*EXERCISE:* Please copy each line in the records below that contains the string "width".

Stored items

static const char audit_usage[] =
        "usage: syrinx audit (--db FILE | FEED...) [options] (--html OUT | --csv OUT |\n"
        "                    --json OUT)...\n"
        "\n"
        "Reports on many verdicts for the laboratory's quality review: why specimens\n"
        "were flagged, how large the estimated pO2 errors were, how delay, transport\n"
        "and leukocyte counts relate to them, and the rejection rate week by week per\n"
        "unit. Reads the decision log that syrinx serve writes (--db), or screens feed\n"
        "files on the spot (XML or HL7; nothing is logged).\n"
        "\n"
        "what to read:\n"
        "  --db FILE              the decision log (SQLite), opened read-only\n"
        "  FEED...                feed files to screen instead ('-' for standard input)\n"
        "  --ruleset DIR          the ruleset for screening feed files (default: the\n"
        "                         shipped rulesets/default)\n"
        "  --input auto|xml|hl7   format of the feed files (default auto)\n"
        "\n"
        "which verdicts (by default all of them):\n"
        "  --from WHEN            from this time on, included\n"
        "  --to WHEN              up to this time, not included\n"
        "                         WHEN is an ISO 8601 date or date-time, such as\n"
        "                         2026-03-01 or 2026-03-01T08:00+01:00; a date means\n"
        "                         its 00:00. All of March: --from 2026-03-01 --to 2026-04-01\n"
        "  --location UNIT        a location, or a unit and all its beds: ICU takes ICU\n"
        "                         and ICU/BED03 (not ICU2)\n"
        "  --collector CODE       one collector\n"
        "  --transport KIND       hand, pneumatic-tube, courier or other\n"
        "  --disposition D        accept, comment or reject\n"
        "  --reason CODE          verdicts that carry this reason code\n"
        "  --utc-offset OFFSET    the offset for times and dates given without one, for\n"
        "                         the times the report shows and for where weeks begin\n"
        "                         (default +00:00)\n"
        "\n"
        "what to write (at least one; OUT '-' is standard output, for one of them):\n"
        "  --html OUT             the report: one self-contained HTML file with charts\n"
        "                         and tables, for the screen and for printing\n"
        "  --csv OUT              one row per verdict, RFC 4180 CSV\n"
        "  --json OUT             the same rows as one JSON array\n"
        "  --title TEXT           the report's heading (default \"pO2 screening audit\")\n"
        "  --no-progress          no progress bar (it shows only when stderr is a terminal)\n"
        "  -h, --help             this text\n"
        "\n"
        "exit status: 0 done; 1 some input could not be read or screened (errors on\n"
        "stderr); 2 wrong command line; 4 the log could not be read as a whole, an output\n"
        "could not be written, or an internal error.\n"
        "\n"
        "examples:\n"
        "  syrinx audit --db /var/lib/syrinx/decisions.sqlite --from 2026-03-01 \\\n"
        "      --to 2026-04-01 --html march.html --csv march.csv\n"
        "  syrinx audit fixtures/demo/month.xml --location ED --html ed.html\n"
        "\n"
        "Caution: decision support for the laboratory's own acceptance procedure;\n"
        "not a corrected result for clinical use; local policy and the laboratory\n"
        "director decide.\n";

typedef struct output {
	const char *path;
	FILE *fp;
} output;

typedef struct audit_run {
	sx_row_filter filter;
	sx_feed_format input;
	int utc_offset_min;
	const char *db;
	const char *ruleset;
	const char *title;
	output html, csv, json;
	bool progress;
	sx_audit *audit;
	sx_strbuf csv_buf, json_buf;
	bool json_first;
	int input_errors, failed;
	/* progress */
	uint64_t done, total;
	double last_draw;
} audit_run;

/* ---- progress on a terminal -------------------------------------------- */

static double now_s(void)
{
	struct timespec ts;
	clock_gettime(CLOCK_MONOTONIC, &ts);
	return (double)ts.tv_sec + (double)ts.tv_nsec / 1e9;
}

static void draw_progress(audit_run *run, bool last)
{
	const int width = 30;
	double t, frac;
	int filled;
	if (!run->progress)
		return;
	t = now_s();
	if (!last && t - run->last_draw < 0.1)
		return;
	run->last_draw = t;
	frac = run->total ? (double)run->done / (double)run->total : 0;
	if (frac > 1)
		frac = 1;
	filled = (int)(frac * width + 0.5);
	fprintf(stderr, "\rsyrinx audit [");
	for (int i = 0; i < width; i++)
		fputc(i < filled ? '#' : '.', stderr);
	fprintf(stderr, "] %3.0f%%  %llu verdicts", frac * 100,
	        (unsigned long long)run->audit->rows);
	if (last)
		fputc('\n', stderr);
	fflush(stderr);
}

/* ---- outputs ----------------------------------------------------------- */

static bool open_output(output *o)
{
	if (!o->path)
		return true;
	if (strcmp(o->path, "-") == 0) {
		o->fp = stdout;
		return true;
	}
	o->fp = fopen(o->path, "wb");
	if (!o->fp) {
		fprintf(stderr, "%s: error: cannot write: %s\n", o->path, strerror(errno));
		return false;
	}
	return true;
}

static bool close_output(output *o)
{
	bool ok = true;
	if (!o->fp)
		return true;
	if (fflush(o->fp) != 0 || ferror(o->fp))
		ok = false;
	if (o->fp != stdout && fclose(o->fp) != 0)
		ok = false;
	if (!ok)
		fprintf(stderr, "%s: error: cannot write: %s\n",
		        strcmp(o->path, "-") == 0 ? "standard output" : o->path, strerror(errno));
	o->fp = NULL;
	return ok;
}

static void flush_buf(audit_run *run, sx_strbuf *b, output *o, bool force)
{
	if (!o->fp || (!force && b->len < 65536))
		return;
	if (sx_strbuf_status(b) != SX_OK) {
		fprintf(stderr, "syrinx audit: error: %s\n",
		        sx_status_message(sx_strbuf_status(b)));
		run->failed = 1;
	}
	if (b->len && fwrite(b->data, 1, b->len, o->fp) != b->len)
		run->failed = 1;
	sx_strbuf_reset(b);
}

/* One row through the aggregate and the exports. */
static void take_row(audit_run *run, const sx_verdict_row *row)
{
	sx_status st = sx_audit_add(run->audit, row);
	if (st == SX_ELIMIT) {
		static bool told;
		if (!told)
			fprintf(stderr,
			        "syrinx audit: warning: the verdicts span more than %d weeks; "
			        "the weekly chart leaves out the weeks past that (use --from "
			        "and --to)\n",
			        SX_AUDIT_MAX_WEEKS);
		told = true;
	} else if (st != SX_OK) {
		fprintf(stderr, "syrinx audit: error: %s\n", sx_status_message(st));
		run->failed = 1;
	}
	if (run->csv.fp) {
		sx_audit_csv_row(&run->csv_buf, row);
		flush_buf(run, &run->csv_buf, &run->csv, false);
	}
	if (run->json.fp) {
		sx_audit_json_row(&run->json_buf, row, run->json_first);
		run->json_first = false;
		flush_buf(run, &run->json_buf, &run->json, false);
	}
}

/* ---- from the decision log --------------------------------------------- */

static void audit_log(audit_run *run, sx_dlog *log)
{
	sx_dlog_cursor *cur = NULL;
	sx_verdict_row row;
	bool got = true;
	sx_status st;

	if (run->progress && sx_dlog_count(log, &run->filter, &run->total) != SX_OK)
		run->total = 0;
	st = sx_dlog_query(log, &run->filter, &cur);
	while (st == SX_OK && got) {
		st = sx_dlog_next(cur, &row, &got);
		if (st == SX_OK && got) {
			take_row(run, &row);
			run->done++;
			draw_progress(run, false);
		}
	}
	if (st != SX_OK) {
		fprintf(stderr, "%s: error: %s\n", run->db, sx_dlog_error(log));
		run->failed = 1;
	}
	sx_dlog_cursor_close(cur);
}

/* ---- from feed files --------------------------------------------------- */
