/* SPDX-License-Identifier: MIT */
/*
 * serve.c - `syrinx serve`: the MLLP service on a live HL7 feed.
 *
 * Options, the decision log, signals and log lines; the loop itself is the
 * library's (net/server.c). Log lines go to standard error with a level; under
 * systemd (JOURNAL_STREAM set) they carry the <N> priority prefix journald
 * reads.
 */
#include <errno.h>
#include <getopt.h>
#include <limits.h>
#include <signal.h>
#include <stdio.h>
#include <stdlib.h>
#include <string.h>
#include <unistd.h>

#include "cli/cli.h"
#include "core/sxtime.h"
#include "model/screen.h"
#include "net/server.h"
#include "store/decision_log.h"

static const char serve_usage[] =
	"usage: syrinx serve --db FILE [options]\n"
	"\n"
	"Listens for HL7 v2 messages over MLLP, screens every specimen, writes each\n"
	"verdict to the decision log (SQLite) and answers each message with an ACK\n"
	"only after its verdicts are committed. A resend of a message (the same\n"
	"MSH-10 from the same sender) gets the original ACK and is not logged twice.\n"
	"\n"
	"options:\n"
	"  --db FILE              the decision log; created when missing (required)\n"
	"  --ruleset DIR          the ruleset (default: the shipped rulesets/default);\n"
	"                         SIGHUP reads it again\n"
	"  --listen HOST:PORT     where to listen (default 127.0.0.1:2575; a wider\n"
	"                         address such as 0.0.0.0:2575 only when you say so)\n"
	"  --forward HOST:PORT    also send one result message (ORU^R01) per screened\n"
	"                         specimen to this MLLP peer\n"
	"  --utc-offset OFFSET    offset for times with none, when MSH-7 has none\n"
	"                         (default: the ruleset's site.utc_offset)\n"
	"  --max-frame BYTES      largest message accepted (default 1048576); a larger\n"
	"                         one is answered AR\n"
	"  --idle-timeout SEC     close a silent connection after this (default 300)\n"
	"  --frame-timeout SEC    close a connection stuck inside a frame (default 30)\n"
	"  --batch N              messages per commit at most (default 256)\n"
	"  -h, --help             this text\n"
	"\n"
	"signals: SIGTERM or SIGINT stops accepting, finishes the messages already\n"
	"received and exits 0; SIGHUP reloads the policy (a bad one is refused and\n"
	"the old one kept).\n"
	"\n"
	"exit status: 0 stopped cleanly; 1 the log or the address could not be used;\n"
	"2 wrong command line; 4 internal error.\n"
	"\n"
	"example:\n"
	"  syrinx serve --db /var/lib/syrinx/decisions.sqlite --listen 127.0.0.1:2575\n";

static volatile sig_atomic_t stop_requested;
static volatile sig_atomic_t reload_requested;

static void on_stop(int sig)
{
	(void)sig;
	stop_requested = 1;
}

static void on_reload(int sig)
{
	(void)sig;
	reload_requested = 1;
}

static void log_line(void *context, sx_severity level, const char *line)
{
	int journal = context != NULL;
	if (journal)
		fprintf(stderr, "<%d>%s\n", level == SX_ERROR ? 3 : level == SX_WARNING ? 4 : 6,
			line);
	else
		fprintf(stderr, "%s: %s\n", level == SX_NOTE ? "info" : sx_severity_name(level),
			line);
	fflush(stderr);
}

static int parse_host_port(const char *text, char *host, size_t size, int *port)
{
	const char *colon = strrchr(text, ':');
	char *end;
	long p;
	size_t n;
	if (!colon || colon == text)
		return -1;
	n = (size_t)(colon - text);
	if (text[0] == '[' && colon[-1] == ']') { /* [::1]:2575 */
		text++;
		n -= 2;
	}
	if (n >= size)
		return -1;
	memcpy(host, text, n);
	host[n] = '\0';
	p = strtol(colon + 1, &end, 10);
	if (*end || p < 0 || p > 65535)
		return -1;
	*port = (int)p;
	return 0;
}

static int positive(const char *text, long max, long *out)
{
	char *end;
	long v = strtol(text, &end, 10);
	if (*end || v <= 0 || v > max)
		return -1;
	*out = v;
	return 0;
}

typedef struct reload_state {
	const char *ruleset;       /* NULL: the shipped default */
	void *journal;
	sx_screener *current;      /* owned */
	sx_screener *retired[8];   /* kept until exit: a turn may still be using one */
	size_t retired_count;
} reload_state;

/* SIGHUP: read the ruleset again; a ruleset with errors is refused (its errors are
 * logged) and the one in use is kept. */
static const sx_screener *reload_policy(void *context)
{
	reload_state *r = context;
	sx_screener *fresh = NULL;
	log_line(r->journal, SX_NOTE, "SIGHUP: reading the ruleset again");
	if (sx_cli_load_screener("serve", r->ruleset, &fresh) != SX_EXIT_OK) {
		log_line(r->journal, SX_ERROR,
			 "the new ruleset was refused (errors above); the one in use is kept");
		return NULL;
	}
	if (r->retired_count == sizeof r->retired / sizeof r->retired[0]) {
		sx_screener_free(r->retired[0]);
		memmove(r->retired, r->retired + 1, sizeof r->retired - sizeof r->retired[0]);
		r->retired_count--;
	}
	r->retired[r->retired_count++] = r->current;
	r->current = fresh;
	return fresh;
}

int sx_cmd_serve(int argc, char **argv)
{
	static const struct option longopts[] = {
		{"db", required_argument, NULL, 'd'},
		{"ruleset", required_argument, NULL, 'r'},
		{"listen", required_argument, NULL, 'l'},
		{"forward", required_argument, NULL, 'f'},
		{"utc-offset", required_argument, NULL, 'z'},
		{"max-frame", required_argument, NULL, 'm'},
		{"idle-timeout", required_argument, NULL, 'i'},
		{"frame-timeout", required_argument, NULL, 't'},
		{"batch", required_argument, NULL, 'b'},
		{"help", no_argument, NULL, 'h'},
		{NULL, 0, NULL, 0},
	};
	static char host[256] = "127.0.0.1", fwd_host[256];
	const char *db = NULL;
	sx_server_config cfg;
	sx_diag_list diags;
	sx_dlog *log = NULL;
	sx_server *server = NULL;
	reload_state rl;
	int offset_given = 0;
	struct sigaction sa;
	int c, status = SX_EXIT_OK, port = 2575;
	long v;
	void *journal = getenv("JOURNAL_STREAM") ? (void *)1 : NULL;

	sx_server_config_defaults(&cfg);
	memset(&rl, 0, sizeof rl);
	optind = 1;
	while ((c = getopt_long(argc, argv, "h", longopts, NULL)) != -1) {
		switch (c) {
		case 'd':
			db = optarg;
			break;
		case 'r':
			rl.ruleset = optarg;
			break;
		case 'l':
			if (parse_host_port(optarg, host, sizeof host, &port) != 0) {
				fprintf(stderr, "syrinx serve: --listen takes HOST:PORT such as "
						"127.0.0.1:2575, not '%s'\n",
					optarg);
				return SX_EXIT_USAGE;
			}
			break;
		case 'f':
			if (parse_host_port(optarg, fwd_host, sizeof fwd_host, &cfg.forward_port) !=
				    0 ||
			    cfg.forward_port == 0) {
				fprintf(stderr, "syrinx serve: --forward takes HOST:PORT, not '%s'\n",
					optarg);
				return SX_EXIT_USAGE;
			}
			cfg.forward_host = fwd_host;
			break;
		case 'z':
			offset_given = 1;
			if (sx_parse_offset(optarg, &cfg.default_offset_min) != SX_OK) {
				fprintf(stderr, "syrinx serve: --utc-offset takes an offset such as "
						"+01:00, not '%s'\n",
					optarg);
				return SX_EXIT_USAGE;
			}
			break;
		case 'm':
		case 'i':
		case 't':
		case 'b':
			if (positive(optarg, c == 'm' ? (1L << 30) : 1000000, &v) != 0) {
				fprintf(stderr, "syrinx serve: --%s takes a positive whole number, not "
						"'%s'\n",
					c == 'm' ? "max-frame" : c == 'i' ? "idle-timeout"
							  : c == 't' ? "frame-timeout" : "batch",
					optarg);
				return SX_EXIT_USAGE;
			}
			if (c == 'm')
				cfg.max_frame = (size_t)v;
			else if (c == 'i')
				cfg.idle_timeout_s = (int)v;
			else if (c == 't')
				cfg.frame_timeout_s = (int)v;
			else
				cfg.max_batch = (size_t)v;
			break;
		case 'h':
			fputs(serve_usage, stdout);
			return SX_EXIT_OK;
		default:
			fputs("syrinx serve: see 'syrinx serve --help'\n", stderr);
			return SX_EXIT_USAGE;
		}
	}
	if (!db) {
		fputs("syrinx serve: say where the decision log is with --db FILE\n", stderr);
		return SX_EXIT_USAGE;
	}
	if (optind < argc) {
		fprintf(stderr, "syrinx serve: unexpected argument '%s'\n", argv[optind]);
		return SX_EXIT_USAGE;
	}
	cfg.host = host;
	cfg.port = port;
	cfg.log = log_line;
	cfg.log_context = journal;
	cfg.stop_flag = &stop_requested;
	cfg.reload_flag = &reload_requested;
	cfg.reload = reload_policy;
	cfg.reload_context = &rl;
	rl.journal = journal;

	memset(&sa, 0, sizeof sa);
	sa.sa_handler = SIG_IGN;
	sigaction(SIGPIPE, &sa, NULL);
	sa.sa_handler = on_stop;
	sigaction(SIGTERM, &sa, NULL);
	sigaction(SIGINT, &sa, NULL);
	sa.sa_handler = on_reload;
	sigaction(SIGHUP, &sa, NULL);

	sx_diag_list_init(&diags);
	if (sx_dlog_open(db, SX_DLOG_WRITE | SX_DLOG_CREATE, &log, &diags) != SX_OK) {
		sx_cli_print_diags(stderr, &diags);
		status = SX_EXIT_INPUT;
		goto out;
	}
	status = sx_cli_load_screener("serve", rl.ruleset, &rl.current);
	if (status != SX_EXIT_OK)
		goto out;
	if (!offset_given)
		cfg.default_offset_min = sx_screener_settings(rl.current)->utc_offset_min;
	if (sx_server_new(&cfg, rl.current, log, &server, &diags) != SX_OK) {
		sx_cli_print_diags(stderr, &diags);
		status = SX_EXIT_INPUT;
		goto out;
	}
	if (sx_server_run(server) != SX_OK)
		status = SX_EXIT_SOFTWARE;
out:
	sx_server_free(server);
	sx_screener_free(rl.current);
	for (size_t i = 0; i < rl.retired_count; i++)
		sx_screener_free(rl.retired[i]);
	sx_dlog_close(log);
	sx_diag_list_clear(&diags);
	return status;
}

*WRITTEN RESPONSE:*
	const int width = 30;
	filled = (int)(frac * width + 0.5);
	for (int i = 0; i < width; i++)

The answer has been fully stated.